To determine the critical features guiding amyloid formation, Dr. Lee is characterizing how individual amino acid residues affect protein-protein interaction during the amyloid assembly process. A broad approach is taken to gain insights at the residue- to ultrastructural-level. Steady-state and time-resolved fluorescence and anisotropy measurements are utilized to probe local conformational changes. Protein secondary structure is determined using circular dichroism spectroscopy, and transmission electron microscopy is used to visualize filament morphology. Complementary methods, such as dynamic light scattering and atomic force microscopy, are also used. Dr. Lee is also particularly interested in the effect of metal ions and the influence of different cellular membrane compartments on protein misfolding and aggregation. Emerging methods such as neutron reflectometry are also employed to investigate protein-lipid interactions. More recently, she has studied the interaction between α-synuclein and glucocerebrosidase, the enzyme deficient in Gaucher disease, to explain why mutations in GBA, the gene encoding glucocerebrosidase, is a risk factor for Parkinsonism.
Ultimately, Dr. Lee wants to understand the mechanisms of amyloid aggregation and function at a detailed level in the context of the multiple cellular compartments with which they interact. She would like to not only describe the self-assembly process and its critical features, but also determine points of intervention in which amyloid assembly is linked to pathology.
Graphical Abstracts
Visualization of endogenous stress granules by correlative Raman and immunofluorescence imaging. A new method of correlative microscopy was developed to investigate differences in protein density in stress granules produced under oxidative stress.
Gery, K.L., Ramos, S., Lee, J.C. (2026) J. Biol. Inorg. Chem. 274, 113091. PMC12666775
Raman spectroscopy in the study of phase separation. Conformational differences in aged protein droplets can be measured by Raman spectroscopy via molecular vibrations of the protein amide backbone.

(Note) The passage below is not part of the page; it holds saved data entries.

"use client";

import { RefreshError, useRouteData } from "@/components/setup/use-route-data";
import { showComputedLength } from "@/lib/format/quantities";
import { CALIBRATION_STATE_LABELS } from "@/lib/schemas/calibration";
import type { EquipmentSetView } from "@/lib/server/list-equipment-sets";
import { CalibrationChart } from "./calibration-chart";
import { CorrectCalibration } from "./correct-calibration";
import { RetireCalibration } from "./retire-calibration";
import { MPA_PER_PSI, mpaToPsi, nToKip, nToKN } from "@/lib/units";

export interface EquipmentSetList {
  equipmentSets: EquipmentSetView[];
}

/** The route handler that lists the project's equipment sets; also the swr key both forms refresh. */
export const equipmentSetsKey = (projectId: string) => `/api/projects/${projectId}/equipment-sets`;

/** The sets as the server last gave them (first render) or as read again after a save. */
export function useEquipmentSets(projectId: string, initial: EquipmentSetList) {
  return useRouteData(equipmentSetsKey(projectId), initial);
}

/** Each set with its calibration state, fitted line, chart and certificate. */
export function EquipmentList({
  projectId,
  us,
  initial,
}: {
  projectId: string;
  us: boolean;
  initial: EquipmentSetList;
}) {
  const { data, error } = useEquipmentSets(projectId, initial);
  const sets = data.equipmentSets;
  const p = (mpa: number) => (us ? mpaToPsi(mpa) : mpa);
  const f = (n: number) => (us ? nToKip(n) : nToKN(n));
  const pu = us ? "psi" : "MPa";
  const fu = us ? "kip" : "kN";
  return (
    <>
      <RefreshError error={error} what="list of equipment sets" />
      {sets.length === 0 && <p className="card">No equipment sets yet. Add the first one below.</p>}
      <ul className="grid gap-4 lg:grid-cols-2">
        {sets.map((s) => {
          const c = s.current;
          const tone =
            s.state === "valid"
              ? "border-concrete-300"
              : s.state === "expiring"
                ? "border-signal-long"
                : "border-signal-stop";
          return (
            <li key={s.id} className={`card border-2 ${tone}`}>
              <h2 className="text-lead font-semibold">{s.name}</h2>
              <p>
                Jack {s.jackSerial} · gauge {s.gaugeSerial}
                {s.pumpSerial ? ` · pump ${s.pumpSerial}` : ""}
              </p>
              <p className="mt-1" data-testid="set-draw-in">
                {s.drawInMm !== null
                  ? `Draw-in per re-grip: ${showComputedLength({ unitSystem: us ? "us" : "si" }, s.drawInMm)}, used for ram travel typed without its own`
                  : "No draw-in per re-grip: ram travel over several strokes deducts only what the crew types"}
              </p>
              <p
                className={`mt-2 font-semibold ${s.state === "valid" ? "" : s.state === "expiring" ? "text-signal-long" : "text-signal-stop"}`}
              >
                <span aria-hidden="true">{s.state === "valid" ? "✓ " : s.state === "expiring" ? "⚠ " : "⚠ "}</span>
                {CALIBRATION_STATE_LABELS[s.state]}
                {c ? `: calibrated ${c.calibratedOn}, valid to ${c.validUntil}` : ""}
              </p>
              {c && (
                <>
                  <p className="mt-1">
                    Line: force = {f(c.slope * (us ? MPA_PER_PSI : 1)).toFixed(us ? 5 : 4)} {fu}/{pu} × pressure{" "}
                    {c.intercept >= 0 ? "+" : "−"} {Math.abs(f(c.intercept)).toFixed(2)} {fu} · r² = {c.r2.toFixed(5)} ·{" "}
                    {c.points.length} points, {p(c.minPressureMPa).toFixed(0)}–{p(c.maxPressureMPa).toFixed(0)} {pu}
                    {c.laboratory ? ` · ${c.laboratory}` : ""}
                  </p>
                  <CalibrationChart
                    label={`Calibration of ${s.name}: ${c.points.length} points and the fitted line`}
                    pressureUnit={pu}
                    forceUnit={fu}
                    points={c.points.map((x) => ({ p: p(x.pressureMPa), f: f(x.forceN) }))}
                    line={[0, c.maxPressureMPa].map((x) => ({ p: p(x), f: f(c.slope * x + c.intercept) }))}
                  />
                  {c.certificateAttachmentId ? (
                    <a
                      href={`/api/projects/${projectId}/attachments/${c.certificateAttachmentId}`}
                      className="inline-flex min-h-touch items-center"
                    >
                      Calibration certificate
                    </a>
                  ) : (
                    <p className="font-semibold">
                      <span aria-hidden="true">⚠ </span>No certificate file on record.
                    </p>
                  )}
                  {s.history.length > 1 && (
                    <p className="text-label text-ink-faint">{s.history.length - 1} earlier calibration(s) kept.</p>
                  )}
                  <CorrectCalibration key={c.id} projectId={projectId} setId={s.id} calibration={c} us={us} />
                  <RetireCalibration
                    projectId={projectId}
                    setId={s.id}
                    calibrationId={c.id}
                    calibratedOn={c.calibratedOn}
                  />
                </>
              )}
              {s.history
                .filter((h) => h.retiredAt)
                .map((h) => (
                  <p key={h.id} className="mt-1 text-label text-ink-soft" data-testid="retired-calibration">
                    Calibration of {h.calibratedOn} retired: {h.retiredReason}
                  </p>
                ))}
            </li>
          );
        })}
      </ul>
    </>
  );
}
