import type { FieldDb, LocalNotice } from "./db";

/**
 * The notices a sync brought (kept by applyPull in reference.ts) that the crew has not yet
 * acknowledged: of one pour, or of every pour on the tablet. Oldest arrival first, in the order
 * the diff gave them within one arrival.
 */
export async function openNotices(db: FieldDb, pourId?: string): Promise<LocalNotice[]> {
  const rows = pourId ? await db.notices.where("pourId").equals(pourId).toArray() : await db.notices.toArray();
  return rows
    .filter((n) => n.acknowledgedAt === null)
    .sort(
      (a, b) =>
        a.arrivedAt.localeCompare(b.arrivedAt) ||
        a.pourName.localeCompare(b.pourName) ||
        (a.tendonTag ?? "").localeCompare(b.tendonTag ?? "") ||
        a.at.localeCompare(b.at),
    );
}

/** The crew has read these notices: they stay on the tablet, marked with who and when, and are shown no more. */
export async function acknowledgeNotices(
  db: FieldDb,
  ids: string[],
  by: string,
  at: string = new Date().toISOString(),
): Promise<number> {
  return db.transaction("rw", db.notices, async () => {
    let changed = 0;
    for (const id of ids) {
      changed += await db.notices
        .where("id")
        .equals(id)
        .and((n) => n.acknowledgedAt === null)
        .modify({ acknowledgedAt: at, acknowledgedBy: by });
    }
    return changed;
  });
}
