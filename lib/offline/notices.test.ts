import "fake-indexeddb/auto";
import Dexie from "dexie";
import { IDBKeyRange } from "fake-indexeddb";
import { describe, expect, it } from "vitest";
import type { FieldFlag, FieldPour, FieldProject, FieldTendon, PullResponse } from "@/lib/schemas/sync";
import { FieldDb } from "./db";
import { acknowledgeNotices, openNotices } from "./notices";
import { applyPull } from "./reference";
import { emptyPull, testDb } from "./test-support";

const PROJECT = { id: "pr1", code: "T1", name: "Test project" } as FieldProject;
const POUR: FieldPour = {
  id: "p1",
  projectId: "pr1",
  name: "Level 3 east",
  level: "3",
  plannedStressingDate: null,
  status: "stressing",
  release: null,
  reopened: null,
};
const TENDON = { id: "t1", projectId: "pr1", pourId: "p1", tag: "U07", ends: "A" } as FieldTendon;
const FLAG: FieldFlag = {
  id: "f1",
  tendonId: "t1",
  kind: "out_of_band",
  status: "open",
  reason: "Measured 14.4 % long against the prediction.",
  createdAt: "2026-12-02T15:00:00.000Z",
  dispositions: [],
};

let cursor = 100;
function pull(over: Partial<PullResponse>): PullResponse {
  cursor++;
  return emptyPull(String(cursor), {
    serverTime: `2026-12-02T16:${String(cursor % 60).padStart(2, "0")}:00.000Z`,
    ...over,
  });
}

const download = (db: FieldDb, over: Partial<PullResponse> = {}) =>
  applyPull(db, pull({ projects: [PROJECT], pours: [POUR], tendons: [TENDON], ...over }), {
    pourIds: ["p1"],
    downloadedAt: "2026-12-02T15:30:00.000Z",
  });

const restressed: FieldFlag = {
  ...FLAG,
  status: "with_engineer",
  dispositions: [
    {
      decision: "restress",
      reasons: "Restress to 3,350 psi and re-read the marks.",
      engineerName: "P. Raman",
      createdAt: "2026-12-02T16:00:00.000Z",
    },
  ],
};

describe("notices kept by applyPull", () => {
  it("keeps nothing for a first download, then a notice for the engineer's decision on the next pull", async () => {
    const { db } = testDb();
    await download(db, { flags: [FLAG] });
    expect(await openNotices(db)).toEqual([]);

    await applyPull(db, pull({ flags: [restressed] }), { pourIds: ["p1"] });
    const [notice, ...rest] = await openNotices(db, "p1");
    expect(rest).toEqual([]);
    expect(notice).toMatchObject({
      kind: "decision",
      tendonTag: "U07",
      words: "Restress to 3,350 psi and re-read the marks.",
      acknowledgedAt: null,
    });
    expect(await openNotices(db, "another pour")).toEqual([]);
  });

  it("does not repeat a notice when the server sends the same rows again", async () => {
    const { db } = testDb();
    await download(db, { flags: [FLAG] });
    await applyPull(db, pull({ flags: [restressed] }), { pourIds: ["p1"] });
    await applyPull(db, pull({ flags: [restressed] }), { pourIds: ["p1"] });
    expect(await db.notices.count()).toBe(1);
  });

  it("keeps a notice until it is acknowledged, also across a reopening of the database (a reload)", async () => {
    const { db, factory, name } = testDb();
    await download(db);
    await applyPull(db, pull({ flags: [FLAG] }), { pourIds: ["p1"] });
    db.close();

    const reopened = new FieldDb(name, { indexedDB: factory, IDBKeyRange });
    const [notice] = await openNotices(reopened);
    expect(notice).toMatchObject({ kind: "flag", tendonTag: "U07" });
    expect(await acknowledgeNotices(reopened, [notice!.id], "Test Crew", "2026-12-02T17:00:00.000Z")).toBe(1);
    expect(await openNotices(reopened)).toEqual([]);
    expect(await reopened.notices.get(notice!.id)).toMatchObject({
      acknowledgedAt: "2026-12-02T17:00:00.000Z",
      acknowledgedBy: "Test Crew",
    });
    // A second acknowledgement changes nothing; the same change arriving again is not shown again.
    expect(await acknowledgeNotices(reopened, [notice!.id], "Someone else")).toBe(0);
    await applyPull(reopened, pull({ flags: [FLAG] }), { pourIds: ["p1"] });
    expect(await openNotices(reopened)).toEqual([]);
  });

  it("tells of a release", async () => {
    const { db } = testDb();
    await download(db);
    const release = { by: "P. Raman", at: "2026-12-02T18:00:00.000Z", statement: "Released for tail cutting." };
    await applyPull(db, pull({ pours: [{ ...POUR, status: "released", release }] }), { pourIds: ["p1"] });
    expect(await openNotices(db)).toMatchObject([{ kind: "released", words: "Released for tail cutting." }]);
  });
});

describe("tablet database version 3 and later", () => {
  it("opens a version 2 database and keeps its data, adding the notices and detensions tables", async () => {
    const { factory, name } = testDb();
    const old = new Dexie(name, { indexedDB: factory, IDBKeyRange });
    old.version(1).stores({
      meta: "key",
      projects: "id",
      pours: "id, projectId",
      tendons: "id, pourId, [pourId+tag]",
      strandLots: "id, projectId",
      equipmentSets: "id, projectId",
      calibrations: "id, equipmentSetId, projectId",
      records: "id, tendonId, chainId, pourId, syncState",
      evaluations: "id, tendonId",
      flags: "id, tendonId",
      outbox: "++seq, &opId, recordId, state, authorUserId",
      photos: "id, recordId, state",
    });
    old.version(2).stores({ tailCuts: "tendonId, id, pourId" });
    await old.table("pours").put({ ...POUR, downloadedAt: "x", cursor: "5" });
    await old.table("flags").put(FLAG);
    await old.table("outbox").add({ opId: "op1", recordId: "r1", state: "pending", authorUserId: "u1" });
    await old.table("tailCuts").put({ tendonId: "t1", id: "c1", pourId: "p1" });
    old.close();

    const db = new FieldDb(name, { indexedDB: factory, IDBKeyRange });
    await db.open();
    // Version 5 (detensions) keeps every table of version 3; version 6 only renames fields of stored rows.
    expect(db.verno).toBe(6);
    expect(await db.pours.get("p1")).toMatchObject({ name: "Level 3 east", cursor: "5" });
    expect(await db.flags.get("f1")).toEqual(FLAG);
    expect(await db.outbox.where("opId").equals("op1").count()).toBe(1);
    expect(await db.tailCuts.get("t1")).toMatchObject({ id: "c1" });
    expect(await db.notices.count()).toBe(0);
    expect(await db.detensions.count()).toBe(0);
  });
});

Ramos, S. & Lee, J.C. (2024) Biochem. Soc. Trans. 52, 1121-1130. PMC11346453
Spatiotemporal control of TDP-43 nuclear import. By installing a photocage on a single Lys residues through amber codon suppression, cytosolic TDP-43 can be redistributed to the nucleus via the application of light in a dose-dependent manner.
Shadish, J.R. & Lee, J.C. (2024) Biophys. Chem. 307, 107191. PMC10932890
Water bend‒libration as a cellular Raman imaging probe of hydration. Distinct water environments within subcellular compartments were visualized directly due to spectral sensitivity of the water bend-libration combination band.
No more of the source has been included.